## TASK STATEMENT
When the line with "arc = np.column_stack([30" appears below, start repeating lines exactly, and keep going through the line with "spacing_m=5.0) == pytest.approx(30.0, rel=1e-2)"; add nothing outside that span.

(Records excerpted from a collection)
def test_bend_radius_corner_and_hairpin():
    L, phi = 40.0, math.radians(60.0)
    xy = [(0.0, 0.0), (L, 0.0), (L + L * math.cos(phi), L * math.sin(phi))]
    # circumradius of an isosceles triangle with legs L and apex angle pi - phi: L / (2 sin(phi/2))
    assert min_bend_radius_m(xy) == pytest.approx(L / (2 * math.sin(phi / 2)), rel=1e-12)
    assert min_bend_radius_m([(0, 0), (10, 0), (3, 0)]) == 0.0
    assert min_bend_radius_m([(0, 0), (10, 0), (10, 0), (20, 0)]) == math.inf
    # resampled at a fixed spacing, a densely drawn arc with a 5 mm wiggle keeps the arc's
    # radius (30 m to within 1 %); on the raw vertices the wiggle reads as a ~2 m bend
    a = np.linspace(0.0, np.pi / 2, 400)
    arc = np.column_stack([30 * np.cos(a), 30 * np.sin(a)])
    assert min_bend_radius_m(arc, spacing_m=5.0) == pytest.approx(30.0, rel=1e-3)  # points on chords
    arc[200] += (0.005, 0.0)
    assert min_bend_radius_m(arc) < 5.0
    assert min_bend_radius_m(arc, spacing_m=5.0) == pytest.approx(30.0, rel=1e-2)


# --------------------------------------------------------------------------- reading lines

def _fc(features):
    return {"type": "FeatureCollection", "features": features}


def _feature(coords, props=None, kind="LineString"):
    return {"type": "Feature", "properties": props if props is not None else {},
            "geometry": {"type": kind, "coordinates": coords}}


def test_read_geojson_lonlat_reprojects_back_within_mm(tmp_path):
    from pyproj import Transformer

    utm = [np.array([[X0 + 10.0, Y0 - 20.0], [X0 + 80.5, Y0 - 150.25], [X0 + 140.0, Y0 - 190.0]]),
           np.array([[X0 + 12.0, Y0 - 22.0], [X0 + 120.0, Y0 - 180.0]]),
           np.array([[X0 + 14.0, Y0 - 24.0], [X0 + 130.0, Y0 - 170.0]]),
           np.array([[X0 + 16.0, Y0 - 26.0, 410.0], [X0 + 110.0, Y0 - 160.0, 380.5]]),
           np.array([[X0 + 18.0, Y0 - 28.0], [X0 + 100.0, Y0 - 140.0]])]
    to_ll = Transformer.from_crs("EPSG:32633", "EPSG:4326", always_xy=True)
    feats = []
    props = [{"name": "A"}, {}, {"name": ""}, {"name": "A"}, {"name": None}]
    for c, pr in zip(utm, props):
        lon, lat = to_ll.transform(c[:, 0], c[:, 1])
        coords = [[round(o, 10), round(a, 10)] + ([float(zz)] if c.shape[1] == 3 else [])
                  for o, a, zz in zip(lon, lat, c[:, 2] if c.shape[1] == 3 else lon)]
        feats.append(_feature(coords, pr))
    p = tmp_path / "lines.geojson"
    p.write_text(json.dumps(_fc(feats)))
    got = read_lines(p, crs=UTM33)
    assert [n for n, _ in got] == ["A", "line-2", "line-3", "A-2", "line-5"]
    for (_, xy), ref in zip(got, utm):
        assert xy.shape == ref.shape
        assert np.max(np.abs(xy[:, :2] - ref[:, :2])) < 1e-3  # within a millimetre
    assert np.array_equal(got[3][1][:, 2], utm[3][:, 2])  # z kept for a raised line
    # without a target CRS the coordinates stay lon/lat
    raw = read_lines(p)
    assert raw[0][1][0, 0] == pytest.approx(15.0, abs=0.01)
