def _refine_once(terrain, points, mover: Mover, *, limits: Limits | None = None, keepout=None,
                line: str = "ground", clearance: tuple[float, float] = (0.0, 0.0),
                start_height: float = 0.0, end_height: float = 0.0, **options) -> RefineResult:
    """Move the vertices of a line continuously until its travel time is stationary.

    Parameters
    ----------
    terrain : Terrain
        The elevation model; ``line="ground"`` follows its smooth interpolant.
    points : array_like (K, 3)
        Start line (the lattice polyline), x, y and ground z in metres.
    mover : Mover
        Physics.  ``normal="gravity"``: the gravity-normal time is minimised.
        ``normal="full"``: the gravity-normal optimum is then polished on the full
        model's own time (centripetal part of the normal force, the discrete
        turning-angle curvature of :func:`fallway.physics.traverse`), with the exact
        chain of the full-model recursion in reverse for the gradient; the polish is
        coarse to fine with an iteration budget per level, its vertices move normal to
        the line (their spacing stays the gravity optimum's), and it is kept only when
        its full-model time is lower.
    limits : Limits, optional
        Grade window and minimum bend radius (the speed window is on ``mover``).  With
        ``min_radius_m`` the start is the lattice line with its corners replaced by arcs
        of that radius (where the room between corners allows), lines are resampled on
        splines between levels, and tight vertex triples left by the penalty are smoothed
        locally; the radius held is the 3D circumradius of consecutive vertices.
    keepout : Keepout or shapely geometry, optional
        No vertex or segment of the result may enter it.
    line : {"ground", "raised"}
        ``"raised"``: heights are free within ``[ground + c_min, ground + c_max]``.
    clearance : (float, float)
        ``(c_min, c_max)`` above ground for a raised line, metres.
    start_height, end_height : float
        Height of the raised line above ground at its two ends, metres.
    **options
        ``n_vertices`` (default: one per cell of plan length, at least 33), ``levels``
        (coarse-to-fine levels, default 3), ``blend`` (weight of time against length in
        the vertex distribution, default 0.5), ``max_iter`` (per level, default 4000),
        ``gtol`` (default 1e-9 s/m), ``margin_m`` (keep-out safety distance, default 10 % of
        a cell).

    Returns
    -------
    RefineResult
        Never slower than the start line with the same model, among lines that meet the
        limits: when the start (lattice) line itself breaks a limit (typically the bend
        radius at its lattice corners) the fastest line found that meets them is
        returned even if slower, and ``message`` says so.  When no line meeting the
        limits is found, the fastest line is returned with a :class:`RefinementWarning`,
        ``message`` starting "no line meeting the limits was found" and the broken
        limit's status ``"violated"`` in ``limits``.

    Warns
    -----
    RefinementWarning
        The final level did not converge (the best line found is returned); no line
        meeting the limits was found; or the refinement failed numerically (the start
        line is kept).  An iteration budget reached by the full-model polish is only
        noted in ``message``.

    Examples
    --------
    >>> import numpy as np
    >>> from affine import Affine
    >>> from fallway.terrain import Terrain
    >>> from fallway.physics import Mover
    >>> rows, cols = np.mgrid[0:21, 0:21]
    >>> t = Terrain.from_array(20.0 - 1.0 * cols, Affine(1.0, 0, 0.0, 0, -1.0, 21.0))
    >>> res = refine_line(t, [[0.5, 10.5, 20.0], [20.5, 0.5, 0.0]], Mover(normal="gravity"))
    >>> res.time_after_s <= res.time_before_s
    True
    """
    if line not in _LINES:
        raise ParameterError(f"line must be one of {', '.join(_LINES)}; got {line!r}")
    known = {"n_vertices", "levels", "blend", "max_iter", "gtol", "margin_m", "penalty"}
    unknown = set(options) - known
    if unknown:
        raise ParameterError(f"unknown refinement option(s) {sorted(unknown)}; use {sorted(known)}")
    limits = limits if limits is not None else Limits()
    P_in = np.array(points, dtype=float)
    if P_in.ndim != 2 or P_in.shape[0] < 2 or P_in.shape[1] not in (2, 3):
        raise ParameterError(f"points must be an (K, 3) array with K >= 2, got shape {P_in.shape}")
    if not np.all(np.isfinite(P_in)):
        raise ParameterError("points must be finite; drop NaN vertices first")
    c_min, c_max = (float(c) for c in clearance)
    if line == "raised" and not (c_min <= c_max):
        raise ParameterError(f"clearance must be (c_min, c_max) with c_min <= c_max, got {clearance!r}")
    gr = _Ground(terrain)
    xy_in = P_in[:, :2]
    zg_in = gr.z(xy_in[:, 0], xy_in[:, 1])
    if line == "ground":
        P_start = P_in if P_in.shape[1] == 3 else np.column_stack([xy_in, zg_in])
    else:
        if not np.all(np.isfinite(zg_in)):
            raise ParameterError("the start line leaves the terrain; keep it inside the DEM's valid area")
        for nm, hv in (("start_height", start_height), ("end_height", end_height)):
            if not (c_min - 1e-9 <= hv <= c_max + 1e-9):
                raise ParameterError(f"{nm} ({hv:g} m) must lie in the clearance band [{c_min:g}, {c_max:g}] m")
        seg = np.hypot(*np.diff(xy_in, axis=0).T)
        frac = np.concatenate([[0.0], np.cumsum(seg)])
        frac = frac / frac[-1] if frac[-1] > 0 else np.linspace(0, 1, len(frac))
        h0 = float(start_height) + (float(end_height) - float(start_height)) * frac
        h0 = np.clip(h0, c_min, c_max)
        P_start = np.column_stack([xy_in, zg_in + h0])
    prof_start = _traverse(P_start, mover)
    time_before = prof_start.travel_time_s

    n_default = int(math.ceil(float(np.sum(np.hypot(*np.diff(xy_in, axis=0).T))) / terrain.cell_size)) + 1
    n_target = int(options.get("n_vertices") or max(33, n_default))
    n_target = max(n_target, 3)
    levels = max(1, int(options.get("levels", 8)))
    blend = float(options.get("blend", 0.5))
    max_iter = int(options.get("max_iter", 4000))
    gtol = float(options.get("gtol", 1e-9))
    margin_m = float(options.get("margin_m", 0.1 * terrain.cell_size))
    w_pen = float(options.get("penalty", 1e4))

    try:
        keep_fld = _DistanceField(keepout, getattr(terrain, "crs", None)) if keepout is not None else None
        nodata_fld = _DistanceField(nodata_terrain=terrain) if not np.all(np.isfinite(terrain.z)) else None

        opt = _Problem(gr, mover, limits, line, c_min, c_max, keep_fld, nodata_fld, margin_m, w_pen,
                       terrain.cell_size)

        # coarse-to-fine levels: the first starts from the lattice line re-distributed by the
        # time/length monitor, each next one from the previous optimum with its vertex density
        # kept (the free optimum's spacing is the best guess for the finer line)
        sizes = [n_target]
        while len(sizes) < levels and sizes[0] > 16:
            sizes.insert(0, (sizes[0] - 1) // 2 + 1)
        r_min = limits.min_radius_m
        smooth = r_min is not None
        polish_note = ""
        P_seed, P_round = P_start, None
        if smooth:
            # a bend radius limit: start from the lattice line with its corners rounded
            # (arcs of the required radius), resample on splines so bends stay round
            P_round = _rounded_start(opt, P_start, r_min, line, start_height, end_height, c_min, c_max,
                                     terrain.cell_size)
            if P_round is not None:
                P_seed = P_round
        if smooth:
            P = _resample_smooth(P_seed, max(len(P_seed), 4 * sizes[0]))
        else:
            P = _resample(P_seed, max(len(P_seed) * 4, 4 * sizes[0]))
        P = opt.project(P, P_start)
        u = opt.speeds(P)
        rs = _resample_smooth if smooth else _resample
        P = opt.project(rs(P, sizes[0], _monitor(P, u, blend)), P_start)
        iters = 0
        converged = False
        residual = math.inf
        notes = []
        for li, n in enumerate(sizes):
            if li > 0:
                P = opt.project(_refine_density(P, n, smooth), P_start)
            # a level before the last only has to give the next one its shape: a looser
            # stationarity test there (the slow tangential sliding of its vertices is
            # redone on the finer level anyway)
            last = li == len(sizes) - 1
            P, it, res, ok, msg = opt.solve(P, max_iter, gtol, stat_tol=None if last else _STAT_TOL_COARSE)
            iters += it
            converged, residual = ok, res
            if not ok and last:
                notes.append(f"level {li + 1} ({n} vertices): {msg}")

        # strengthen penalties while a limit is still violated
        for _ in range(4):
            viol = opt.violations(P)
            if not any(v == "violated" for v in viol.values()):
                break
            if viol.get("keepout") == "violated":
                # a segment cuts a corner between the sampled points: keep a wider berth
                opt.margin *= 4.0
            if any(v == "violated" for k, v in viol.items() if k != "keepout"):
                opt.w_pen *= 100.0
            P, it, res, ok, msg = opt.solve(P, max_iter, gtol)
            iters += it
            converged, residual = ok, res
        if mover.normal == "full" and P.shape[0] >= 3:
            # full-model polish, coarse to fine again: each level starts from the previous
            # level's polished line with its vertex density kept
            t_grav = _full_chain(P, mover.v0 ** 2, mover.g, mover.mu, mover.drag, 0.0, -1.0, -1.0, False)[0]
            Pf, it_sum, ok_p, gain0 = None, 0, True, 1.0
            level_lines: list = []
            for li, n in enumerate(sizes):
                if li == 1 and gain0 < _POLISH_GAIN:
                    # the gravity optimum is already close to the full one: polish the
                    # finest line only, from the gravity optimum
                    cap = max(50, min(max_iter, _POLISH_BUDGET // max(len(P), 1)))
                    Pf, it_p, res_p, ok_p, _ = _polish(opt, P, P_start, cap, gtol, (0.0,))
                    it_sum += it_p
                    break
                Pn = opt.project(_refine_density(P if Pf is None else Pf, n, True), P_start)
                if Pf is None and n == len(P):
                    Pn = P
                # the smoothing continuation on the first level only; later levels start
                # close to their optimum and get an iteration budget by size
                cap = max(50, min(max_iter, _POLISH_BUDGET // max(n, 1)))
                if li == 0:
                    tc0 = _full_chain(Pn, mover.v0 ** 2, mover.g, mover.mu, mover.drag, 0.0, -1.0, -1.0, False)[0]
                Pn, it_p, res_p, ok_p, _ = _polish(opt, Pn, P_start, cap, gtol,
                                                   (0.1, 0.01, 0.0) if li == 0 else (0.0,))
                if li == 0:
                    tc1 = _full_chain(Pn, mover.v0 ** 2, mover.g, mover.mu, mover.drag, 0.0, -1.0, -1.0, False)[0]
                    gain0 = (tc0 - tc1) / tc0 if math.isfinite(tc0) and math.isfinite(tc1) else 1.0
                it_sum += it_p
                Pf = Pn
                # keep every level's polished line: on a long line whose finest level
                # stops at its budget a coarser level can be faster under the full model
                tl = _full_chain(Pn, mover.v0 ** 2, mover.g, mover.mu, mover.drag, 0.0, -1.0, -1.0, False)[0]
                # a ground line keeps to the ground only with vertices at most ~2 cells apart
                # (a longer chord bridges or cuts the terrain between its ends)
                spacing = float(np.sum(np.hypot(*np.diff(Pn[:, :2], axis=0).T))) / max(len(Pn) - 1, 1)
                if math.isfinite(tl) and (line != "ground" or spacing <= 2.0 * terrain.cell_size):
                    level_lines.append((tl, li, Pn))
            t_full = _full_chain(Pf, mover.v0 ** 2, mover.g, mover.mu, mover.drag, 0.0, -1.0, -1.0, False)[0]
            for tl, li, Pl in sorted(level_lines, key=lambda x: x[0]):
                if not (math.isfinite(t_full) and tl < t_full) or Pl is Pf:
                    break
                if _meets(opt.violations(Pl), _traverse(Pl, mover)):
                    notes.append(f"the polished level {li + 1} ({len(Pl)} vertices) is faster under the full "
                                 f"model than the finest ({tl:.6f} s vs {t_full:.6f} s) and is returned")
                    Pf, t_full = Pl, tl
                    break
            iters += it_sum
            if math.isfinite(t_full) and t_full < t_grav and _meets(opt.violations(Pf), _traverse(Pf, mover)):
                P = Pf
                notes.append(f"full-model polish {t_grav:.6f} s -> {t_full:.6f} s in {it_sum} iterations"
                             + ("" if ok_p else f" (stopped at its iteration budget, residual {res_p:.2g} s/m)"))
            else:
                notes.append("full-model polish found nothing faster than the gravity-normal optimum")
            polish_note = notes[-1]
        status = opt.violations(P)
        if status.get("min_radius") == "violated":
            # the penalty leaves a few tight triples: smooth them out locally
            P = _repair_radius(opt, P, P_start, r_min)
            status = opt.violations(P)
        prof = _traverse(P, mover)
        res = _choose(opt, mover, P, prof, status, converged, residual, iters, notes, P_start, prof_start,
                      P_round)
        return dataclasses.replace(res, polish=polish_note) if polish_note else res
    except FallwayError:
        raise
    except (ZeroDivisionError, ValueError, FloatingPointError, np.linalg.LinAlgError) as err:
        # a degenerate line (a segment arriving at rest, a cliff over one cell): keep the
        # start line rather than fail the whole route
        warnings.warn(f"refinement failed numerically ({type(err).__name__}: {err}); the start line is kept",
                      RefinementWarning, stacklevel=2)
        return RefineResult(P_start.copy(), prof_start, 0, math.inf, False, time_before, time_before,
                            f"kept the start line: the refinement failed numerically ({type(err).__name__})", {})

## COMPLETED TASK
    arc = np.column_stack([30 * np.cos(a), 30 * np.sin(a)])
    assert min_bend_radius_m(arc, spacing_m=5.0) == pytest.approx(30.0, rel=1e-3)  # points on chords
    arc[200] += (0.005, 0.0)
    assert min_bend_radius_m(arc) < 5.0
    assert min_bend_radius_m(arc, spacing_m=5.0) == pytest.approx(30.0, rel=1e-2)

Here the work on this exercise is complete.